EXERCISE BRIEF. Write out each line from the data below that includes the word "model".

+-------+

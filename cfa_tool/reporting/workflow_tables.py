"""The reports of the workflows (comparisons, invariance ladders, replications, bootstrap, cutoffs, power,
Monte Carlo power, simulated data) and of a model check, each made once as a :class:`Report` whose tables
every writer draws.  Problems of a solution come first; the cautions come last."""

from __future__ import annotations

import math
from dataclasses import replace

from cfa_tool.numbers import count_text, counted, cut_list, discrepancy_text, user_number
from cfa_tool.numerics.plain import journal_decimal
from cfa_tool.assessment.admissibility import (DESIGN_CAUTIONS, WHY_NOT_ESTIMATED, ProblemKind, SAID_ONCE_FOR_RIVALS, design_cautions,
                                               design_cautions_by_kind, design_doubts, failure_words,
                                               not_admissible_sentence)
from cfa_tool.data.sample_design import SMALL_NUMBER_OF_CLUSTERS
from cfa_tool.data.summary_stats import given_with
from cfa_tool.data.groups import reference_words
from cfa_tool.data.halves import REPLICATE_NAMES, halves_named_alike
from cfa_tool.language.names import names_text, written_group, written_name
from cfa_tool.model.description import label_words, parameter_words
from cfa_tool.options import Option, taken_by
from cfa_tool.note_parts import Command, Name, Note, TableReference, Text, capitalised, joined
from cfa_tool.method import ADJUSTED_TEST, ORDINAL_FIT_CHANGE, ORDINAL_FIT_CHANGE_WHY, DifferenceMethod, FitTest, MissingData
from cfa_tool.reporting import tables as T
from cfa_tool.reporting.document import Report, ResultKind
from cfa_tool.reporting.paragraph import (_loading_pairs, _parameter, cfi_not_defined_sentence, compared_cfi_not_defined,
                                          comparison_paragraph, set_apart_words, group_labels, design_sentence,
                                          mcar_score_tests, reversed_across_groups, reversed_loadings,
                                          invariance_paragraph, joined_sentence, replication_paragraph)
from cfa_tool.reporting.numbers import (est_num, est_unit, fit_index_text, guides_text, index_text, missing, needed_decimals, num,
                                        p_phrase, p_value, short, signed, signed_num, unit, word_list)
from cfa_tool.language.spec import equality_words
from cfa_tool.reporting.nested_power_report import boundary_words, nested_parts
from cfa_tool.reporting.tables import GUIDE_NOTE, HIGH_STAKES_NOTE, ProblemNotice, ReportTable, _table
from cfa_tool.workflows.invariance import CONFIGURAL_INDICES
from cfa_tool.workflows.nesting import REJECTED_RESTRICTION, BoundaryReading, heavy_tails_caution, rejects
from cfa_tool.workflows.power import effective_shown, fewest_rows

+-------+

EXERCISE RESPONSE.
Monte Carlo power, simulated data) and of a model check, each made once as a :class:`Report` whose tables
from cfa_tool.model.description import label_words, parameter_words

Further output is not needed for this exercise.